16. Regarding the merits of the intended appeal, I am also not satisfied that the same is arguable. The cause of action having arisen on 27th August 1996 and considering that it was based on the tort of negligence that was alleged against the respondent, the suit ought to have been filed within 3 years from the aforesaid date. However, the applicant did not file the suit until 4th February, 2002. In the plaint the applicant claimed:

“(a) A declaration that the defendant’s letter dated 27.8.96 addressed to the United Nations is false in content, injurious in effect, steeped in negligent and/or reckless misrepresentations regarding the conduct, character and integrity of the plaintiff and is therefore wrongful, null and void.

(b) General damages.”

In the judgment delivered by the High Court, the learned Judge held that the applicant was not a party to the medical scheme cover.
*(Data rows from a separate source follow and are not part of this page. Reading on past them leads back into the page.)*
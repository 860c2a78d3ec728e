import { type Context } from '../../core/context';
import { withTenant } from '../../core/database/tenancy';
import { type AnswerOf } from '../../core/http/route';
import { problem } from '../../core/problems/problem';
import { ruledVisit } from '../rulings/show-rulings';
import { billVisit, blockers } from './bill-visit';
import { jobsOfTicket, shownReason } from './read-lines';

/** What the ticket of a visit would say if it were signed off now. Nothing is written. */
export function previewTicket(
  context: Context,
  visitId: string,
): Promise<AnswerOf<'tickets.preview'>> {
  return withTenant(context, async () => {
    const ruled = await ruledVisit(context, visitId);
    if (ruled.visit.ticketId !== null) throw problem('conflict', 'The ticket is signed off.');
    const { lines, totals } = billVisit(ruled);
    const shown = lines.map((line, index) => ({
      position: index + 1,
      jobId: line.jobId,
      lineKey: line.lineKey,
      kind: line.kind,
      description: line.description,
      unit: line.unit,
      quantityMilli: line.quantityMilli,
      unitPrice: line.unitPrice,
      discount: line.discount,
      bearer: line.bearer,
      list: line.list,
      charged: line.charged,
      taxBasisPoints: line.taxBasisPoints,
      tax: line.tax,
      priceReasons: line.reasons,
      shop: {
        cost: line.cost,
        reasons: line.rulingReasons.map(shownReason),
        decision: line.decision,
      },
    }));
    return {
      visitId,
      visitNumber: ruled.visit.number,
      currency: ruled.shop.currency,
      jobs: await jobsOfTicket(context, visitId, shown),
      blockers: blockers(ruled),
      list: totals.list,
      net: totals.net,
      tax: totals.tax,
      total: totals.total,
      absorbed: totals.absorbed,
      borneByShop: totals.absorbed.shop + totals.absorbed.goodwill,
    };
  });
}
17. But the applicant now argues that the Judge’s finding was erroneous because he was a subscriber thereto. Whether that is correct or not, it does not change the fact that the applicant’s claim was not in any way directed against his former employer. The applicant intended to recover damages for the loss and injury occasioned to him due to termination of his employment by the United Nations following the negligent letter that was written to his former employer by the respondent. That claim was clearly unsustainable considering that the suit had been filed out of time and it was rightly abandoned.

18. The other claim that was made by the applicant was that the respondent’s letter breached the contractual doctor-patient relationship based on trust and confidence. Whether that was true or not, I do not see how the documents annexed to the applicant’s supplementary affidavit can salvage the claim. I agree that the applicant was a subscriber to the medical insurance cover but that in itself cannot entitle him to make a tort based claim against the respondent after the statutory period of three years. The respondent would not have been in breach of the doctor-patient relationship by responding to the U.N.’s inquiry whether the applicant had actually been treated at its hospital. What was not right was to cite a wrong date.

19. If the applicant had filed his suit on time and pursued the claim for damages as a result of negligence on the part of the respondent, I think the claim would have had high chances of success. But considering the reasons for dismissal of the applicant’s claim by the High Court, I am not persuaded that the intended appeal has any chance of success. Consequently, this application is dismissed. Each party shall bear its own costs of the application.

Dated and Delivered at Nairobi this 4th day of April, 2014.

D.K. MUSINGA

...............................

JUDGE OF APPEAL

I certify that this is a true copy of the original.